Benton got himself in a fight unnecessarily. He was making a mistake because there was no chance whatever of expelling McCarthy since it would take a two-thirds vote and there were more than enough Republicans to prevent it.

(4) In January, 1952, Ralph Mann and sent to William Benton. The memo was eventually passed on to Drew Pearson.

Today we received a letter from a purported Army lieutenant claiming that he had been picked up in the Wardman Park by McCarthy, gone with him to McCarthy's home, and while the lieutenant was half-drunk, McCarthy committed sodomy. He offered to testify and said he knew other officers McCarthy had picked up. He claims McCarthy promised him a transfer and never got it.

(5) Drew Pearson, diary entry (16th January, 1952)

Benton told me that McGraph and the President both were working on the matter of the young lieutenant involved with McCarthy. This is the third report on McCarthy's homosexual activity and the most definite of all.

(6) Harold Wilson, Memoirs: The Making of a Prime Minister, 1916-64 (1986)

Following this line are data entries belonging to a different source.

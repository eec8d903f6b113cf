"""The sidebar tab: form, wishes, the button, and how each piece fits."""

import bpy

from . import names, target
from .operators import cover
from .wishes import OWN

FIT_ICONS = {"fits": "CHECKMARK", "tight": "ERROR", "strained": "CANCEL"}


class _Tab:
    bl_space_type = "VIEW_3D"
    bl_region_type = "UI"
    bl_category = names.TAB


def _form(context):
    """The form that the panel speaks of: the active object, or None."""
    thing = context.object
    return thing if thing is not None and target.is_form(thing) else None


class SEAMWRIGHT_PT_form(_Tab, bpy.types.Panel):
    """Which form, and the button."""

    bl_idname = names.FORM_PANEL
    bl_label = "Form"

    def draw(self, context):
        """Name, check, cover or progress."""
        layout = self.layout
        thing = _form(context)
        if thing is None:
            copy = context.object is not None and context.object.type == "MESH" and target.group(context.object).is_copy
            layout.label(text="This is a covered copy: select its form" if copy else "Select a mesh object with faces",
                         icon="INFO")
            return
        layout.label(text=thing.name, icon="OUTLINER_OB_MESH")
        layout.operator(names.CHECK, icon="VIEWZOOM")
        if cover.current is not None:
            layout.progress(factor=cover.current.share, text=f"{cover.current.reading.name}: {cover.current.words}")
            layout.operator(names.STOP, icon="CANCEL")


class SEAMWRIGHT_PT_wishes(_Tab, bpy.types.Panel):
    """What the maker asks for."""

    bl_idname = names.WISHES_PANEL
    bl_label = "Wishes"

    @classmethod
    def poll(cls, context):
        """With a form only."""
        return _form(context) is not None

    def draw(self, context):
        """All wishes, then the button that uses them."""
        layout, wishes = self.layout, target.group(context.object).wishes
        layout.use_property_split = True
        layout.use_property_decorate = False
        layout.prop(wishes, "goods_menu")
        if wishes.goods == OWN:
            layout.prop(wishes, "own_goods")
        layout.prop(wishes, "comfort")
        layout.prop(wishes, "grain")
        layout.prop(wishes, "thickness_side")
        layout.prop(wishes, "route", expand=True)
        if wishes.route == "through":
            layout.prop(wishes, "cut_itself")
        layout.prop(wishes, "symmetry")
        layout.prop_search(wishes, "keep_clear", context.object, "vertex_groups")
        for attribute, draw, icon, forget in (
                (names.HELD, names.HOLD, "PINNED", names.LET_GO),
                (names.SHUT, names.SHUT_EDGES, "LOCKED", names.OPEN_EDGES),
                (names.ONLY, names.COVER_ONLY, "FACESEL", names.COVER_ALL)):
            row = layout.row(align=True)
            row.operator(draw, icon=icon)
            if attribute in context.object.data.attributes:
                row.operator(forget, text="", icon="X")
        layout.prop(wishes, "improve")
        self._chosen(layout, wishes, "choose_pieces", "pieces")
        self._chosen(layout, wishes, "choose_thrift", "thrift")
        row = layout.row()
        row.scale_y = 1.4
        row.operator(names.COVER, icon="MOD_CLOTH")

    @staticmethod
    def _chosen(layout, wishes, choice, value):
        """A wish that may be left open: a box, and a field that counts when the box is ticked."""
        row = layout.column(heading=wishes.bl_rna.properties[value].name).row()
        row.prop(wishes, choice, text="")
        field = row.row()
        field.active = getattr(wishes, choice)
        field.prop(wishes, value, text="")


class SEAMWRIGHT_UL_pieces(bpy.types.UIList):
    """A line a piece: name, fit in a word, stretch in percent."""

    bl_idname = names.PIECE_LIST

    def draw_item(self, context, layout, data, item, icon, active_data, active_propname):
        """One piece."""
        _columns(layout, item.name, item.fit, f"{item.worst:+.1f} %", FIT_ICONS.get(item.fit, "QUESTION"))


def _columns(layout, name, fit, stretch, icon="NONE"):
    left = layout.split(factor=0.34)
    left.label(text=name)
    right = left.split(factor=0.58)
    right.label(text=fit, icon=icon)
    last = right.row()
    last.alignment = "RIGHT"
    last.label(text=stretch)


class SEAMWRIGHT_PT_fit(_Tab, bpy.types.Panel):
    """How each piece fits, and the way to the sheets."""

    bl_idname = names.FIT_PANEL
    bl_label = "Fit"

    @classmethod
    def poll(cls, context):
        """With a covered form only."""
        return _form(context) is not None and len(target.group(context.object).result.pieces) > 0

    def draw(self, context):
        """Table, notes, sheets."""
        layout, result = self.layout, target.group(context.object).result
        layout.label(text=f"{len(result.pieces)} pieces of {result.goods}, {result.seam:.2f} m of seam")
        _columns(layout, "Piece", "Fit", "Stretch")
        layout.template_list(names.PIECE_LIST, "", result, "pieces", result, "active", rows=min(8, len(result.pieces)))
        if result.active < len(result.pieces):
            piece = result.pieces[result.active]
            column = layout.column(align=True)
            column.label(text=f"{piece.name}: mostly {piece.low:+.1f} to {piece.high:+.1f} %")
            column.label(text=f"{piece.beyond:.1f} % of it beyond the limits")
        column = layout.column(align=True)
        for note in result.notes.split("\n") if result.notes else ():
            for line in _wrapped(note, context.region.width):
                column.label(text=line)
        layout.label(text=f"UV map: {1000 * result.across:.0f} mm across the square")
        layout.operator(names.SAVE, icon="FILE_TICK")
        layout.operator(names.CLEAR, icon="TRASH")


def _wrapped(text, width):
    import textwrap

    return textwrap.wrap(text, max(20, int(width / (7.5 * bpy.context.preferences.system.ui_scale))))


CLASSES = (SEAMWRIGHT_PT_form, SEAMWRIGHT_PT_wishes, SEAMWRIGHT_UL_pieces, SEAMWRIGHT_PT_fit)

On a number of occasions in the late 1950s and early 1960s, I had been in the habit of visiting the United States on short lecture tours. These were organized for me by Senator William Benton. Bill was an interesting and very American character. In his youth he had set up a small shop in the centre of New York and was a dollar millionaire before he was thirty. His heart was in academics and in politics. He returned to the university where he had graduated, Chicago, and became an administrator.

One of his earliest tasks concerned the Encyclopedia Britannica, then the property of Chicago University and losing money. The University authorities sought means of getting rid of it and Benton bought it, speedily turning it into a profitable concern and extending its scope by publishing annually a topical volume, the Encyclopedia Book of the Year.

In 1945 he resigned from the University to become Assistant Secretary of State in President Truman's administration, where he initiated the Voice of America broadcasts, including those to the Soviet Union. He led America's entry into the UN Educational and Scientific Organization. He was also responsible for the Smith-Mundt Act, the Fulbright legislation on international educational interchange programmes. In 1950 he became a senator, representing the state of Connecticut. The incumbent had died and the state party organization nominated Bill to fill the vacancy. Not the least of his senatorial achievements was to introduce the resolution calling for Senator Joseph McCarthy's expulsion from the Senate and the subsequent censure of McCarthy. He was a senator, in fact, for only two years, and was defeated in the election of 1952, though in accordance with US practice he was entitled to be called Senator Benton to the end of his days.